(EXERCISE): What is needed is an exact copy of the data that follows.

(PROVIDED RECORDS):
// Package tui is isofield's terminal user interface, built on Bubble Tea,
// Lip Gloss and Bubbles: a map of the gridded survey with a cursor readout
// and legend, the ranked zones, the readings table with exclusions by hand,
// a profile chart and the settings, all fed by pipeline.Run in the
// background.
//
// Shape. Model is the root, with a state (loading, error, ready) and one
// focused screen (map, zones, table, profile, settings) plus the help
// overlay. Each screen is a child with a constructor, SetSize, Update
// returning its own type, and View: mapPane (drawn by package mapview),
// sidePane (readout and legend), zoneList, readingsTable, profileView and
// settingsForm. The root handles the global keys, sizes every child and
// routes other keys to the focused one. All keys live in one KeyMap, which
// is also the help: the short help line shows the focused screen's keys,
// as many as fit the width; ? pages through the keys, the marks on the map
// and the preset's cautions, packed into as few pages as the height
// allows. All styles live in one Styles, passed in. Text entry and the
// progress bar are Bubbles' textinput and progress.
//
// Size. Surveys reach 10⁶ readings: the scene (map data, reading index,
// the readings' counts and column widths) is derived in the background
// command; the readings table sorts an index slice on values and hands
// the Bubbles table only the rows on screen; when readings would crowd
// the map, it opens with only suspect and excluded readings marked.
//
// Data. A pipeline.Result becomes a scene once, when it arrives: map data
// with per-node bands, zones, reading and suggestion marks, criterion and
// cautions. Values under the cursor come from the fitted model (exact
// between nodes), or from the nearest node when there is none.
//
// Units. The screen shows potentials, fields and step voltages each in
// one unit chosen from the scene's range by displayUnit: millivolts grow
// to volts and kilovolts (per metre for fields) while the largest value
// would reach 10 000, as a survey scaled to a fault current does; the
// values as read get a unit of their own range. Only the text changes:
// stored values, files, the session, the command line and the settings'
// inputs keep the survey's unit.
//
// Background work. Every run of the pipeline (first load, a settings
// change, a hand edit, a grown file in watch mode) is a tea.Cmd built from
// a copy of the configuration, never the model. It carries a generation
// number; results and progress of a replaced or cancelled run are dropped.
// Progress comes through a channel read by a command that re-arms itself.
// Hand edits and settings are saved through Options.Save in a command.
//
// Failure. Errors arrive as messages and are shown; a failed regrid keeps
// the previous map. A panic in Update or in a background command is caught,
// the UI quits through Bubble Tea's normal exit (restoring the terminal) and
// Run returns an error wrapping ErrPanic with a one-line cause.
package tui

(TASK SOLUTION):
// Package tui is isofield's terminal user interface, built on Bubble Tea,
// Lip Gloss and Bubbles: a map of the gridded survey with a cursor readout
// and legend, the ranked zones, the readings table with exclusions by hand,
// a profile chart and the settings, all fed by pipeline.Run in the
// background.
//
// Shape. Model is the root, with a state (loading, error, ready) and one
// focused screen (map, zones, table, profile, settings) plus the help
// overlay. Each screen is a child with a constructor, SetSize, Update
// returning its own type, and View: mapPane (drawn by package mapview),
// sidePane (readout and legend), zoneList, readingsTable, profileView and
// settingsForm. The root handles the global keys, sizes every child and
// routes other keys to the focused one. All keys live in one KeyMap, which
// is also the help: the short help line shows the focused screen's keys,
// as many as fit the width; ? pages through the keys, the marks on the map
// and the preset's cautions, packed into as few pages as the height
// allows. All styles live in one Styles, passed in. Text entry and the
// progress bar are Bubbles' textinput and progress.
//
// Size. Surveys reach 10⁶ readings: the scene (map data, reading index,
// the readings' counts and column widths) is derived in the background
// command; the readings table sorts an index slice on values and hands
// the Bubbles table only the rows on screen; when readings would crowd
// the map, it opens with only suspect and excluded readings marked.
//
// Data. A pipeline.Result becomes a scene once, when it arrives: map data
// with per-node bands, zones, reading and suggestion marks, criterion and
// cautions. Values under the cursor come from the fitted model (exact
// between nodes), or from the nearest node when there is none.
//
// Units. The screen shows potentials, fields and step voltages each in
// one unit chosen from the scene's range by displayUnit: millivolts grow
// to volts and kilovolts (per metre for fields) while the largest value
// would reach 10 000, as a survey scaled to a fault current does; the
// values as read get a unit of their own range. Only the text changes:
// stored values, files, the session, the command line and the settings'
// inputs keep the survey's unit.
//
// Background work. Every run of the pipeline (first load, a settings
// change, a hand edit, a grown file in watch mode) is a tea.Cmd built from
// a copy of the configuration, never the model. It carries a generation
// number; results and progress of a replaced or cancelled run are dropped.
// Progress comes through a channel read by a command that re-arms itself.
// Hand edits and settings are saved through Options.Save in a command.
//
// Failure. Errors arrive as messages and are shown; a failed regrid keeps
// the previous map. A panic in Update or in a background command is caught,
// the UI quits through Bubble Tea's normal exit (restoring the terminal) and
// Run returns an error wrapping ErrPanic with a one-line cause.
package tui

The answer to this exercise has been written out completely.